Nine “Soiled Doves” Who Changed the Face of the Old West

Nine “Soiled Doves” Who Changed the Face of the Old West

Larry Holzwarth - November 27, 2017

Nine “Soiled Doves” Who Changed the Face of the Old West
Mattie Blaylock was a prostitute who became the common-law wife of Wyatt Earp. Daily Mail

Mattie Blaylock

Celia Mattie Blaylock was raised on the small Iowa farm where she was born in 1850, brought up in an atmosphere of Sunday school and Biblical strictures before running away in the company of her sister in 1868.
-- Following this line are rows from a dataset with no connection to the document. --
package report

import (
	"testing"

	"biasbin/picker"
	"biasbin/solver"
)

// TestRejectionQty: a transistor line too short for the run says what it
// holds and what the run needs, one transistor per board (a single-stage
// build has one transistor, common practice).
func TestRejectionQty(t *testing.T) {
	line := picker.Transistor{ID: 12, Bin: "T2", Sheet: solver.Datasheet{Label: "QP-104B"}}
	tests := []struct {
		qty, boards int
		want        string
	}{
		{2, 5, "QP-104B (line 12, bin T2): only 2 in stock; 5 boards need one each"},
		{0, 1, "QP-104B (line 12, bin T2): none in stock; the board needs one"},
	}
	for _, tt := range tests {
		line.Qty = tt.qty
		got := Rejection(picker.Rejection{Kind: picker.RejectQty, Line: line, Qty: tt.qty, Boards: tt.boards})
		if got != tt.want {
			t.Errorf("%d in stock for %d boards: %q, want %q", tt.qty, tt.boards, got, tt.want)
		}
	}
}
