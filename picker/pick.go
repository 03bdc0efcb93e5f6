package picker

import (
	"cmp"
	"crypto/sha256"
	"encoding/binary"
	"encoding/hex"
	"fmt"
	"math"
	"slices"
	"strings"
	"sync"
	"sync/atomic"
	"time"

	"biasbin/solver"
)

// Pick searches stock for the best builds for req: the Top builds by
// score (see doc.go), passing builds first, failing ones only with
// req.ShowFailing or, as the nearest builds, when none passes. Bad input
// is an *InputError. When no listed build fits — passes every hard limit
// with its nominal point inside the yield window — the result carries a
// Shortfall saying why and what to buy.
func Pick(stock Stock, req Request) (Result, error) {
	s, err := normalize(req)
	if err != nil {
		return Result{}, err
	}
	if err := s.checkStock(stock); err != nil {
		return Result{}, err
	}
	s.stop, s.hit = &atomic.Bool{}, &atomic.Bool{}
	s.values = &valueMemo{}
	if req.TimeLimit > 0 {
		t := time.AfterFunc(req.TimeLimit, func() { s.stop.Store(true) })
		defer t.Stop()
	}
	var res Result
	var rejected []Rejection
	// Each topology is searched exactly as alone, so they run at once:
	// one search's serial stretches (seeds, ranking) leave the other
	// cores to the others.
	if len(s.topos) > 1 && req.Progress != nil {
		s.progress = newProgressSum(req.Progress, len(s.topos))
	}
	runs := make([]*topoRun, len(s.topos))
	rejs := make([][]Rejection, len(s.topos))
	errs := make([]error, len(s.topos))
	var wg sync.WaitGroup
	for i, topo := range s.topos {
		wg.Go(func() {
			e, rej := newEvaluator(s, stock, topo)
			e.slot = i
			rejs[i] = rej
			r := &topoRun{e: e, fl: finalists{e: e, k: s.top}, size: s.pool, rounds: 1}
			p := newPool(s.pool, !s.req.ShowAll)
			r.pl = e.firstSearch(p, &r.cnt, s.req.Exhaustive)
			errs[i] = r.rank(p)
			runs[i] = r
		})
	}
	wg.Wait()
	for i := range runs {
		if errs[i] != nil {
			return Result{}, errs[i]
		}
		for _, r := range rejs[i] {
			if !slices.ContainsFunc(rejected, func(x Rejection) bool { return x.Line.ID == r.Line.ID }) {
				rejected = append(rejected, r)
			}
		}
	}
	// Further rounds, each topology's against the k-th of all.
	res.Ranking.Proven = true
	for _, r := range runs {
		for !r.settled(runs) {
			if r.rounds > settleRounds && !s.req.Settle || r.e.stopped() {
				res.Ranking.Proven = false
				break
			}
			// Builds outside the pools may still overtake the k-th: a
			// further round finds the next best builds (a pool
			// roundGrowth times larger) among those whose final score
			// can be at most the k-th's.
			kth, _ := kthOf(runs, s.top)
			r.size *= roundGrowth
			p := newRoundPool(r.size, !s.req.ShowAll, kth.c.Score, len(kth.ev.failing) > 0, r.known)
			if r.pl == nil {
				r.e.exhaustive(p, &r.cnt)
			} else {
				r.pl.search(p, &r.cnt)
			}
			r.rounds++
			if err := r.rank(p); err != nil {
				return Result{}, err
			}
		}
	}
	var all []fin
	best := map[solver.Topology]fin{}
	for _, r := range runs {
		res.Evaluated += r.cnt.evaluated
		res.Solved += r.cnt.solves
		res.Considered += r.e.combinations()
		res.Ranking.Ranked += r.fl.ranked
		res.Ranking.Rounds = max(res.Ranking.Rounds, r.rounds)
		if len(r.fl.fs) > 0 {
			best[r.e.lay.topo] = r.fl.fs[0]
		}
		all = append(all, r.fl.fs...)
	}
	slices.SortStableFunc(all, finOrder)
	passing := 0
	for _, f := range all {
		if len(f.c.Failing) == 0 {
			passing++
		}
	}
	for i, f := range all {
		c := f.c
		if len(res.Candidates) == s.top {
			break
		}
		if len(c.Failing) > 0 && !s.req.ShowFailing && passing > 0 {
			break
		}
		c.Rank = i + 1
		res.Candidates = append(res.Candidates, c)
	}
	// the shown builds' full worst cases are independent: they go to the
	// search's workers
	runs[0].e.onWorkers(len(res.Candidates), &counters{}, func(_, i int, _ *counters) {
		all[i].ev.e.completeWorst(&res.Candidates[i])
	})
	if len(s.topos) > 1 && len(res.Candidates) > 0 {
		res.Rivals = rivals(s, res.Candidates[0], best)
	}
	// the shortfall speaks for the topology of the nearest build
	e := runs[0].e
	if len(all) > 0 {
		e = all[0].ev.e
	}
	if !slices.ContainsFunc(res.Candidates, e.fits) {
		res.Shortfall = e.shortfall(rejected, res.Candidates)
		if len(req.RequireTags) > 0 {
			stopped, err := approvedOnly(res.Shortfall, stock, req, s.boards)
			if err != nil {
				return Result{}, err
			}
			if stopped {
				s.hit.Store(true)
			}
		}
	}
	if s.hit.Load() {
		res.Ranking.Stopped, res.Ranking.Proven, res.Ranking.TimeLimit = true, false, req.TimeLimit
	}
	return res, nil
}
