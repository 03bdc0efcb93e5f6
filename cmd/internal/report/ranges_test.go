package report

import (
	"os"
	"path/filepath"
	"strings"
	"testing"
)

// TestREADMEHasTheRangesTable: the README's table of accepted ranges is
// the one the program enforces, row for row (regenerate it from
// RangesMarkdown when a range changes).
func TestREADMEHasTheRangesTable(t *testing.T) {
	b, err := os.ReadFile(filepath.Join("..", "..", "..", "README.md"))
	if err != nil {
		t.Fatal(err)
	}
	table := RangesMarkdown(AllRanges())
	if !strings.Contains(string(b), table) {
		t.Errorf("README.md lacks the accepted-ranges table; it should read:\n%s", table)
	}
	if n := strings.Count(table, "\n"); n != len(AllRanges())+2 {
		t.Errorf("table has %d lines for %d ranges", n, len(AllRanges()))
	}
}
Although both girls were skilled seamstresses they found it difficult to make ends meet. Sarah, the sister, returned home before a year had gone by, where her parents considered her to have disgraced the family, although they did take her back in. Celia began using the alias Mattie and by 1872 court records in Fort Scott and Dodge City indicate that Mattie had taken up prostitution.

Mattie probably met Wyatt Earp sometime between 1871 and 1873, by the 1880 census she appears in government documents as his wife. Earp led a wandering life and by 1879 was headed to Tombstone, Arizona where Mattie joined him. Sometime between 1876 and 1879, Mattie began to suffer from severe headaches for which she took laudanum, a medication to which she was soon addicted.

After the Gunfight at the OK Corral, Mattie left Tombstone, believing that Wyatt would contact her at some point to arrange a place and time for them to be reunited.

No word ever came from Wyatt. Mattie drifted to Colton California and from thence to Pinal City Arizona, attempting to make a living from prostitution in mining towns where the mines had stopped producing and the miners had moved on. With few potential customers and those few having little money, making a living was nearly impossible. In 1888 Mattie died, the coroner’s report designated her death a suicide by laudanum poisoning. She was buried in Pinal City.